### Supplied records

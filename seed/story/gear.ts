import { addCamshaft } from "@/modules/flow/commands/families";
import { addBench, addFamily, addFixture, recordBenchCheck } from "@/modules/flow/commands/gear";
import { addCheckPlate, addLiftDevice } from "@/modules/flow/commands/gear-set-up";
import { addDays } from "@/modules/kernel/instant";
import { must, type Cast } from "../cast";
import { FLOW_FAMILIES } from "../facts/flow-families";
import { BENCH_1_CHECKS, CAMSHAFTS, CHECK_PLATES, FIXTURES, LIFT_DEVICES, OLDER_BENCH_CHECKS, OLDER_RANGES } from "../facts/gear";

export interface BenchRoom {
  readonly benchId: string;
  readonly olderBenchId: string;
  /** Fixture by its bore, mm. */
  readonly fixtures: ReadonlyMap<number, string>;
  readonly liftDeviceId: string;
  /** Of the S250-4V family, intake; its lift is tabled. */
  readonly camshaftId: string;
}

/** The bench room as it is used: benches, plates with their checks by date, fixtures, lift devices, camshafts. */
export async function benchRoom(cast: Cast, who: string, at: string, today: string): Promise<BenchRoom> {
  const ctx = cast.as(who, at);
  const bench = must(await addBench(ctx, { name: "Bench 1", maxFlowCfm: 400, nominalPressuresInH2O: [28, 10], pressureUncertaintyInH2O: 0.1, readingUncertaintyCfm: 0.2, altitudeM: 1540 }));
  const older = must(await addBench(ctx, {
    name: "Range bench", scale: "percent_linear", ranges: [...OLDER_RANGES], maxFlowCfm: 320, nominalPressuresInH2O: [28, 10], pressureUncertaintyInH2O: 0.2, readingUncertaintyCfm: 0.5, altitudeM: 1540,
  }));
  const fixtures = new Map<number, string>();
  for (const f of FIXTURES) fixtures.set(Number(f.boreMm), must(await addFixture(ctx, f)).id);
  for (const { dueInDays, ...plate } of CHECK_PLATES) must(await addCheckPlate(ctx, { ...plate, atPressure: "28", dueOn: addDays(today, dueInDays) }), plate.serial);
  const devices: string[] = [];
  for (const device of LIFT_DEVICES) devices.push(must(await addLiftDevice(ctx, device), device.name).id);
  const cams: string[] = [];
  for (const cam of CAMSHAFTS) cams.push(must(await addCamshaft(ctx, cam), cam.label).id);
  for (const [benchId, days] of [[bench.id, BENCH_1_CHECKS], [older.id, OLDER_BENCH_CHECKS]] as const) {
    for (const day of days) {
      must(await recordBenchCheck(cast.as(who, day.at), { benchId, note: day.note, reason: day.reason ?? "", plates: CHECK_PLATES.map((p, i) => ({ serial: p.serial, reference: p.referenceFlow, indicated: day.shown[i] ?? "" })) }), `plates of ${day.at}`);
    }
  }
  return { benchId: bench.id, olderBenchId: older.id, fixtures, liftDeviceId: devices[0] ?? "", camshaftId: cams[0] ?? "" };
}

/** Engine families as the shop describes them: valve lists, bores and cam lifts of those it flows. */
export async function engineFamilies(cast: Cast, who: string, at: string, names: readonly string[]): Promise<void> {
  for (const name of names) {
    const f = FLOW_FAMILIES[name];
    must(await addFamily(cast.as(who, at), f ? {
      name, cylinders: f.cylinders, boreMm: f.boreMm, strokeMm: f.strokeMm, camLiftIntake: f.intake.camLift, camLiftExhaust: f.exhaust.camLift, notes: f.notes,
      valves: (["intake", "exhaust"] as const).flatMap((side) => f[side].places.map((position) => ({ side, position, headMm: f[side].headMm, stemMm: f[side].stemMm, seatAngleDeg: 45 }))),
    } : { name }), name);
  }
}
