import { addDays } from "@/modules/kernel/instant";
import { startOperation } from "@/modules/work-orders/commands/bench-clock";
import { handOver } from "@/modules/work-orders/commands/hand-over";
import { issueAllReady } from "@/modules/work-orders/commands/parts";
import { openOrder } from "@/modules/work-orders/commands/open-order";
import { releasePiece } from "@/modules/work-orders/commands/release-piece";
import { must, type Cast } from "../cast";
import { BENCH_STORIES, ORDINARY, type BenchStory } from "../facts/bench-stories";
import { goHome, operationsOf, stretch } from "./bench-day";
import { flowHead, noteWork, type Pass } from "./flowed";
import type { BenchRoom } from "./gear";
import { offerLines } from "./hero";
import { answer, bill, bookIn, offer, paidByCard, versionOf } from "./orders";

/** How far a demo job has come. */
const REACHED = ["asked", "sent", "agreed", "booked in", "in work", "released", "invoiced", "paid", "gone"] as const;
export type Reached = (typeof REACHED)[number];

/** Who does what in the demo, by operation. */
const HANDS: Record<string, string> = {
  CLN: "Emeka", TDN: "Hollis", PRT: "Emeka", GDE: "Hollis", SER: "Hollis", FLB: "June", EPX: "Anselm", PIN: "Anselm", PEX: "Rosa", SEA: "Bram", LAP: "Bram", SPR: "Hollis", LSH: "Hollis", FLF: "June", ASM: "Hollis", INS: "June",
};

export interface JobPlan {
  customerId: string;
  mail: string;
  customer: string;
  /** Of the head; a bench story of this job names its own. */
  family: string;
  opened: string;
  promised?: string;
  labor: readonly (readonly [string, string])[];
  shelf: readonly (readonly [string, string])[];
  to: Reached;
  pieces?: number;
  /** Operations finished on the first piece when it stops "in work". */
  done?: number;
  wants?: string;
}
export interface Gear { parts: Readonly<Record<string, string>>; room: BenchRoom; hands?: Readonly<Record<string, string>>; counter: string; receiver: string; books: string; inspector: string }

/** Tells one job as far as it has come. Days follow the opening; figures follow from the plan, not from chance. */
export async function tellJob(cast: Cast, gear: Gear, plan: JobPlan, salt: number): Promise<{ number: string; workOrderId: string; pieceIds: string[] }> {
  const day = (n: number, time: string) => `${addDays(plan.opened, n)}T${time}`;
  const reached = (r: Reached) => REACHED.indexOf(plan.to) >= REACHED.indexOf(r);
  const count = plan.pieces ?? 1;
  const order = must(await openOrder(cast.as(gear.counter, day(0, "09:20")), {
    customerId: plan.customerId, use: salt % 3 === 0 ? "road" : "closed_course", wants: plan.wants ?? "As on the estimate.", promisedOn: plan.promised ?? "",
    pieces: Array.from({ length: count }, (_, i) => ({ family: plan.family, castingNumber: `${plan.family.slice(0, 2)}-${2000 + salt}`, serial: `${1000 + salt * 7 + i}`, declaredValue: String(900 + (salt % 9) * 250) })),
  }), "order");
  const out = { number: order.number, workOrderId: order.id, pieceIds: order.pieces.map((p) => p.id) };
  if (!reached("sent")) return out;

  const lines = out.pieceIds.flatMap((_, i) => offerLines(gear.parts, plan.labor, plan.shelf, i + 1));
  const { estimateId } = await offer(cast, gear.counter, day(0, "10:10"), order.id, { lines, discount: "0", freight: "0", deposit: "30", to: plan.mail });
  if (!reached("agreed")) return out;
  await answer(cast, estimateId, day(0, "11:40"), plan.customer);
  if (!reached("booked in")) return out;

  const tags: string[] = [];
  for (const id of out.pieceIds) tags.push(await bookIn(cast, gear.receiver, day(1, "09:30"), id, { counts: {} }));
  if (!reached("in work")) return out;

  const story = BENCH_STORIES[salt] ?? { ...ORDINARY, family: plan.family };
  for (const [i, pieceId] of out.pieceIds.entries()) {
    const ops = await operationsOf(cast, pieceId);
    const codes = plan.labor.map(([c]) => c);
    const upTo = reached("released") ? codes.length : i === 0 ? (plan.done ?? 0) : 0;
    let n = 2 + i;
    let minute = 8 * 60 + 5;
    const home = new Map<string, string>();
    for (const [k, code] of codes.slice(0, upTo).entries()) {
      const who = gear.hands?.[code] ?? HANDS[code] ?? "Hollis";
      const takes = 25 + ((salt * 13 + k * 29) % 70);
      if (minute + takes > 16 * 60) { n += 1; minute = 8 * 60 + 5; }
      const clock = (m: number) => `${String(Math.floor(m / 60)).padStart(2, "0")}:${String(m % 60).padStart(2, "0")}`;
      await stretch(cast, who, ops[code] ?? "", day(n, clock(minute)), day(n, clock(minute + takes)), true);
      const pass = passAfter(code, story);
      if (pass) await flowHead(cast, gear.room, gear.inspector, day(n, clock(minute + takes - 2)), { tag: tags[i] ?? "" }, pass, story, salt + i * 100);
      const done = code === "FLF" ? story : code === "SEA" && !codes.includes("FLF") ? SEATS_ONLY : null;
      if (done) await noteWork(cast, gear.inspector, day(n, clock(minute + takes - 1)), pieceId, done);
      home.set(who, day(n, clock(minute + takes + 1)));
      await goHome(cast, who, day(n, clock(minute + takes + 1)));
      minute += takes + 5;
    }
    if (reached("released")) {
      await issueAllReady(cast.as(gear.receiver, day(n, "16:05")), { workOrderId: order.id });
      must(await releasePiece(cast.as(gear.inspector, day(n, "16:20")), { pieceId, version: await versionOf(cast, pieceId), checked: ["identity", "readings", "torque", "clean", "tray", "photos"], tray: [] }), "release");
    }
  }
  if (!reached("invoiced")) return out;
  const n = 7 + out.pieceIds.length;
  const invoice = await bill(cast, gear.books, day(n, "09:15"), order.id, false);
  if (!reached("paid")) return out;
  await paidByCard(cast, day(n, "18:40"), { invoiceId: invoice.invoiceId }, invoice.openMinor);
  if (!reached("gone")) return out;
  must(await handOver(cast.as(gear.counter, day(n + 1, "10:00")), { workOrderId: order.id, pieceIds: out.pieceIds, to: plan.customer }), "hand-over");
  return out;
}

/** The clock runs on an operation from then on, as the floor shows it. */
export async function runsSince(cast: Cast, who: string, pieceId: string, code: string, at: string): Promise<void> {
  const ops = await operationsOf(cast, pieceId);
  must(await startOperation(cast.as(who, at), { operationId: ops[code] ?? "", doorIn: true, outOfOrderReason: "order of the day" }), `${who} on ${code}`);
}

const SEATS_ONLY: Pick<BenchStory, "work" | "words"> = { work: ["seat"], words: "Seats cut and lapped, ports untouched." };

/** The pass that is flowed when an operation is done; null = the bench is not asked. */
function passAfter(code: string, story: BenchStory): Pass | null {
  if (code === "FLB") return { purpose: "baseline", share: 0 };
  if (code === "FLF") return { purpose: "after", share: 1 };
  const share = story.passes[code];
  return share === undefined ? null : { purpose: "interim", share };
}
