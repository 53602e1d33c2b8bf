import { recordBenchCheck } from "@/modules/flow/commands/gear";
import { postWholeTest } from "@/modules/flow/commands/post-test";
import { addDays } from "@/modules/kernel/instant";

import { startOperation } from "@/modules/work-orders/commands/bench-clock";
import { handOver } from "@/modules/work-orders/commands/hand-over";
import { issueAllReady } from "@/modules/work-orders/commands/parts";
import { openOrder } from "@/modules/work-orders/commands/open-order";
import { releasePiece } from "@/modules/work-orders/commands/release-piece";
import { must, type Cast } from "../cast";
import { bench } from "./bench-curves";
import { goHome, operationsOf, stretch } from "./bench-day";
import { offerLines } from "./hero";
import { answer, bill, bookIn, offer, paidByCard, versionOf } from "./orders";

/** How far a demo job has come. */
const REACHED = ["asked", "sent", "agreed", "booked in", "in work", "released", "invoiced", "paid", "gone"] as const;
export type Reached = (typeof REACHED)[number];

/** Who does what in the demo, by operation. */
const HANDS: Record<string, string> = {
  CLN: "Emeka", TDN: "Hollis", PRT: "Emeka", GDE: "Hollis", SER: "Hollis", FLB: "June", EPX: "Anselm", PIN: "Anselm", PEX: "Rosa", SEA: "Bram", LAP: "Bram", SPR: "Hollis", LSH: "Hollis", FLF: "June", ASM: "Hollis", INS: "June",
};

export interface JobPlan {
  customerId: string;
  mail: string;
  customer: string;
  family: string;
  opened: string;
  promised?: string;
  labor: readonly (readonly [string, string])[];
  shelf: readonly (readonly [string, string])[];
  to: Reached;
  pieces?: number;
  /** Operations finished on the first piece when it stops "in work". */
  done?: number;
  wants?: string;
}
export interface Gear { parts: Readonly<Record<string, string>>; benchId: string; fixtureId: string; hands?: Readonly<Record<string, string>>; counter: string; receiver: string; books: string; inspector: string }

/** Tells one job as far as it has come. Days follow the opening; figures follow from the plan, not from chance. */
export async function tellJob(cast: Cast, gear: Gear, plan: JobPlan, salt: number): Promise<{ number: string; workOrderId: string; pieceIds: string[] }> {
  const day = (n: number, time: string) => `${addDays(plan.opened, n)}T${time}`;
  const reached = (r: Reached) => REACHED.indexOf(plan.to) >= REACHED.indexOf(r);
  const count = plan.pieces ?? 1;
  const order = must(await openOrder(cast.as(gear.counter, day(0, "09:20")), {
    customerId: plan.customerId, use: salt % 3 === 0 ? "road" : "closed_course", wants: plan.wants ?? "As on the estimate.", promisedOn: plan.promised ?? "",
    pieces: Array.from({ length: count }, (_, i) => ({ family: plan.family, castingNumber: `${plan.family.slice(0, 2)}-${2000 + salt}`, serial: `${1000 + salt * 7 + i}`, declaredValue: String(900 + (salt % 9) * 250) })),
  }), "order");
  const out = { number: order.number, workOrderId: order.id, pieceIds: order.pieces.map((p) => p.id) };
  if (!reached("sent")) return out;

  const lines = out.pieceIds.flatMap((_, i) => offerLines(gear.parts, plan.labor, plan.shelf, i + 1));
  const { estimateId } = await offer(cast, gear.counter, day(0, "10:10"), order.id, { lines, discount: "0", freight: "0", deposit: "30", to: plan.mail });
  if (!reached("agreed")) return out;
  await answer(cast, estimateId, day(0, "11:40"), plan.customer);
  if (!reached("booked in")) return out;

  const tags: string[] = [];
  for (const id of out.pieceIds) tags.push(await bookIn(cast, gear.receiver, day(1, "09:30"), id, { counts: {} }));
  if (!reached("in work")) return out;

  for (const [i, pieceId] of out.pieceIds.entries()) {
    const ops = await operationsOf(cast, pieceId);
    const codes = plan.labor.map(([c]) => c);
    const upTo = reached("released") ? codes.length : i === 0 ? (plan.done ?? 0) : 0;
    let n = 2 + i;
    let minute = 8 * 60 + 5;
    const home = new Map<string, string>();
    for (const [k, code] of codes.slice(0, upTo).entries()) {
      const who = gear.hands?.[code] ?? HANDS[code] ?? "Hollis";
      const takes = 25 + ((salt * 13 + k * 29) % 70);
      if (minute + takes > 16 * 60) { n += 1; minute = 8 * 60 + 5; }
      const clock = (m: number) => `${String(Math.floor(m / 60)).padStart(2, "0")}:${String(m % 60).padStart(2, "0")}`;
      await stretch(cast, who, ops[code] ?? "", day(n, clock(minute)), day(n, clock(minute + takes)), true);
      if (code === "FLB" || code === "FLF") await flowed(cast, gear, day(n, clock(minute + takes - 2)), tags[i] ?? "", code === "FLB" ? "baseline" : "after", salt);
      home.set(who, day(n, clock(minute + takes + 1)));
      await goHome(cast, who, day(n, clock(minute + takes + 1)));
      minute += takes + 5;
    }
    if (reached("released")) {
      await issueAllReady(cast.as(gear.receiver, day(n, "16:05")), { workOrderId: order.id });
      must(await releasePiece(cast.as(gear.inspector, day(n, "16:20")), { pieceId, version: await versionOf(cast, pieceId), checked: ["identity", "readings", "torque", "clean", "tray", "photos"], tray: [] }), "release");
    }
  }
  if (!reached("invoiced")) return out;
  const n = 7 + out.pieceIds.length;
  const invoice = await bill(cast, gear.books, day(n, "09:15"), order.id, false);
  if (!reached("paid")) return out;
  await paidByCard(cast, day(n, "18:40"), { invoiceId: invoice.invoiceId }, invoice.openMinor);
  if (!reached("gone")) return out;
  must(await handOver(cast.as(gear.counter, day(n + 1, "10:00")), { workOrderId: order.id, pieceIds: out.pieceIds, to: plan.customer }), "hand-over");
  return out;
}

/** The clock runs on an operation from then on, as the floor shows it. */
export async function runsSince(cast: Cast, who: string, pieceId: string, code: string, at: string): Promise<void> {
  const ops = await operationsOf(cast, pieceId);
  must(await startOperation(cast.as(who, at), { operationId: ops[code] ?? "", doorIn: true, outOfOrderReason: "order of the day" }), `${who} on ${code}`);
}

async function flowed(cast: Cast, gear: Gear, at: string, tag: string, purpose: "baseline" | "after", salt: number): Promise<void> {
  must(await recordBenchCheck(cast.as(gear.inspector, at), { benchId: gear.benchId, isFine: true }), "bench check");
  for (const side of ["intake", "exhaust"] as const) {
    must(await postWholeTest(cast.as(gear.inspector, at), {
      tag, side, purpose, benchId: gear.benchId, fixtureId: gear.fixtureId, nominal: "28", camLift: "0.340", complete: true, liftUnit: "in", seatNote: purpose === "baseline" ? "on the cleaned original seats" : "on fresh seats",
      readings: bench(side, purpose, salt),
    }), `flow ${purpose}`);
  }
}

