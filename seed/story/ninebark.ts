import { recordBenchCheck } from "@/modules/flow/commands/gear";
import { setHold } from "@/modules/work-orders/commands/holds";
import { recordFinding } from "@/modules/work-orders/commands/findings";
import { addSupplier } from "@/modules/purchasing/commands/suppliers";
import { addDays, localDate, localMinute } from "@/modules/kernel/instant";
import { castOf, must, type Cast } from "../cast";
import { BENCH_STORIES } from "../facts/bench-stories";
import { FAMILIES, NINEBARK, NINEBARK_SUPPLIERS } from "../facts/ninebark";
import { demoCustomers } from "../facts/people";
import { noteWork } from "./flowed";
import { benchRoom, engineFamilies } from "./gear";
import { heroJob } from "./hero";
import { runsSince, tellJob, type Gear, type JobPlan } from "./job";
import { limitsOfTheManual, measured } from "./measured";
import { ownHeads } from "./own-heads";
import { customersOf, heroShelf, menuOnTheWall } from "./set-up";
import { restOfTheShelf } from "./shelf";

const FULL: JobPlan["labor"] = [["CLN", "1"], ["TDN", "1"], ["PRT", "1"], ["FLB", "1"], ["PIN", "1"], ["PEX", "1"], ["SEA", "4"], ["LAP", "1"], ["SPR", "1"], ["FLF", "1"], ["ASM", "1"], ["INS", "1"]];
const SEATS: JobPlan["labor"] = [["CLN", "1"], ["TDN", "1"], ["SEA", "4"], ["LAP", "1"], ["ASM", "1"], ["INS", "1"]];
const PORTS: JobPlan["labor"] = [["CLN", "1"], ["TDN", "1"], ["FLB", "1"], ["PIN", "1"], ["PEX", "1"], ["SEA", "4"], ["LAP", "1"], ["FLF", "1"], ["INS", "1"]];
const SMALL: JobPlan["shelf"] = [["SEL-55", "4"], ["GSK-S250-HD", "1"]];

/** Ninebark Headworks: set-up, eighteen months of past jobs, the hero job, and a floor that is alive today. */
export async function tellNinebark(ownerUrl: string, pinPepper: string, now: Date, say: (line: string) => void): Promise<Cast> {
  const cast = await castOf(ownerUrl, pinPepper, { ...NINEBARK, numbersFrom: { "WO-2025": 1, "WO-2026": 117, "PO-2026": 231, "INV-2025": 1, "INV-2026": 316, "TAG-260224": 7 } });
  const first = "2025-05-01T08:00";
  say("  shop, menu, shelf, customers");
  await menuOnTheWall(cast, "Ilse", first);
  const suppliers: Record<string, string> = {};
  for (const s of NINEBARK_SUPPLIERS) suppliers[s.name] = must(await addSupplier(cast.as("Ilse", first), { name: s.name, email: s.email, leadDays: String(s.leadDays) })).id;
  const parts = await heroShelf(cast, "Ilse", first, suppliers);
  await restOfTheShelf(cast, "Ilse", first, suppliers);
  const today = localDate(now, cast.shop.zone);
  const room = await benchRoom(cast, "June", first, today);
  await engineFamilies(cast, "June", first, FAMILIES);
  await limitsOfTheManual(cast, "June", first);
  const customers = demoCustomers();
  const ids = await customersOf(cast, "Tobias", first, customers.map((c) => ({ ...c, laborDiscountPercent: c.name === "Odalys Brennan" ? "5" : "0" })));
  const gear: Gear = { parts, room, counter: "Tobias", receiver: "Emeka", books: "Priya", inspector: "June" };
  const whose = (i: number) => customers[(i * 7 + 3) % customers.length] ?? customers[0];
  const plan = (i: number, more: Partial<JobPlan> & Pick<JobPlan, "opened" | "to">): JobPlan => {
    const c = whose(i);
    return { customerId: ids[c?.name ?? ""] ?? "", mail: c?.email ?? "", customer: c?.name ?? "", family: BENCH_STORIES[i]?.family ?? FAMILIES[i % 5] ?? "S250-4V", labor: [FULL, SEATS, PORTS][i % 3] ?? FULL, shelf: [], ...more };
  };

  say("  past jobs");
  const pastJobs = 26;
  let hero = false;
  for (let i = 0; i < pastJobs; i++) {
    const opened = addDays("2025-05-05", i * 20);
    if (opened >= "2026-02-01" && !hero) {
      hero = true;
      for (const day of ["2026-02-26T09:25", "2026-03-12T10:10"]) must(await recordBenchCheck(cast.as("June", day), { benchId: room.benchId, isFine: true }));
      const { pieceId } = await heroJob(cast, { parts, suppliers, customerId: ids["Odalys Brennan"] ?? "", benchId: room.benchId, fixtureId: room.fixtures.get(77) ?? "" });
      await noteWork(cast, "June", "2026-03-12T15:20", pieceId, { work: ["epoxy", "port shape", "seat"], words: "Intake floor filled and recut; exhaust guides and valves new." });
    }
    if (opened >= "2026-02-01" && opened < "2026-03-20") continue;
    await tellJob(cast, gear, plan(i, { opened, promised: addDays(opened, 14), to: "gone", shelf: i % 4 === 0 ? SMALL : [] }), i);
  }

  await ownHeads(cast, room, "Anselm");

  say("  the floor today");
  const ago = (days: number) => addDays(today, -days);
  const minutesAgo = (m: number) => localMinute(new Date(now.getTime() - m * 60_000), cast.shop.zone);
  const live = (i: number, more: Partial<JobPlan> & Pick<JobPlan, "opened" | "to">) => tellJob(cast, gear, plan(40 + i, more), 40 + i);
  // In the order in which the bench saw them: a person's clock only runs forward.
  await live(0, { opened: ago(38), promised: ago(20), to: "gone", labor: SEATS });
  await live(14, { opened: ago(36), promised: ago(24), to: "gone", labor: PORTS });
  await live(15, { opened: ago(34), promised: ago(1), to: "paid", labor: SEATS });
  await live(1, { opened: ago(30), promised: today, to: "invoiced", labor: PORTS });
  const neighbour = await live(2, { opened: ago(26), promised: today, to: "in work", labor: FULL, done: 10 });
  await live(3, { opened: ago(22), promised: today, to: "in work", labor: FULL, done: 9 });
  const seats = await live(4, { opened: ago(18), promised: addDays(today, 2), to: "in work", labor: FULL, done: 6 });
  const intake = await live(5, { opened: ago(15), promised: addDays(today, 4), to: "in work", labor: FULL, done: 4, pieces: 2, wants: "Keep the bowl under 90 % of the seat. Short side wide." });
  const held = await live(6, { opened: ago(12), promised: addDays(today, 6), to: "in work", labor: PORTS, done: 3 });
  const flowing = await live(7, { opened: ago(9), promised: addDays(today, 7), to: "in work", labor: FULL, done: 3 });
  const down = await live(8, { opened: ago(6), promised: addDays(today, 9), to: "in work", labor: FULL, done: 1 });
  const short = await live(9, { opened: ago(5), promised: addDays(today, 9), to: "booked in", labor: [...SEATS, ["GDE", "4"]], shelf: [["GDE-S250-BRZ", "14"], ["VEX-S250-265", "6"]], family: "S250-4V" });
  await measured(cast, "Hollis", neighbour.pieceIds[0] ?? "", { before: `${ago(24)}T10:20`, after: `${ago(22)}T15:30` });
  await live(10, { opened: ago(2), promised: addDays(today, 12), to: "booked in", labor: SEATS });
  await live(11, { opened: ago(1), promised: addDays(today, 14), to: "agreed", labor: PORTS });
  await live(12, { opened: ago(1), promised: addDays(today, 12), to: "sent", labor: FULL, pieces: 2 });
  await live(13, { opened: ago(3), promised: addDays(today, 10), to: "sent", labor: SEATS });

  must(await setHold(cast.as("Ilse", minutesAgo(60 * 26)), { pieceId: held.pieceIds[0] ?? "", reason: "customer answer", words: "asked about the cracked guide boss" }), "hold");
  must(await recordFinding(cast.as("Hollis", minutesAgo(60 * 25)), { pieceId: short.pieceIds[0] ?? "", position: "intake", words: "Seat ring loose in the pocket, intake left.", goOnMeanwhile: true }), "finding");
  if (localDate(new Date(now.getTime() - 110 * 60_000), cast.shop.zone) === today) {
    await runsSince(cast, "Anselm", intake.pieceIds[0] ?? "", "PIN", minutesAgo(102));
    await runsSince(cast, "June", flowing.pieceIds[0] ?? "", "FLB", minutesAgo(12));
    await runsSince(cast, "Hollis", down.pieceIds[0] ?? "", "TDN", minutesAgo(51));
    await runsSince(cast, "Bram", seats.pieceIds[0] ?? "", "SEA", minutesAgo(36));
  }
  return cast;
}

### Work item
For each line in the data that holds "exhaust", add one to a count, then report that count alone.

### Output of the task
4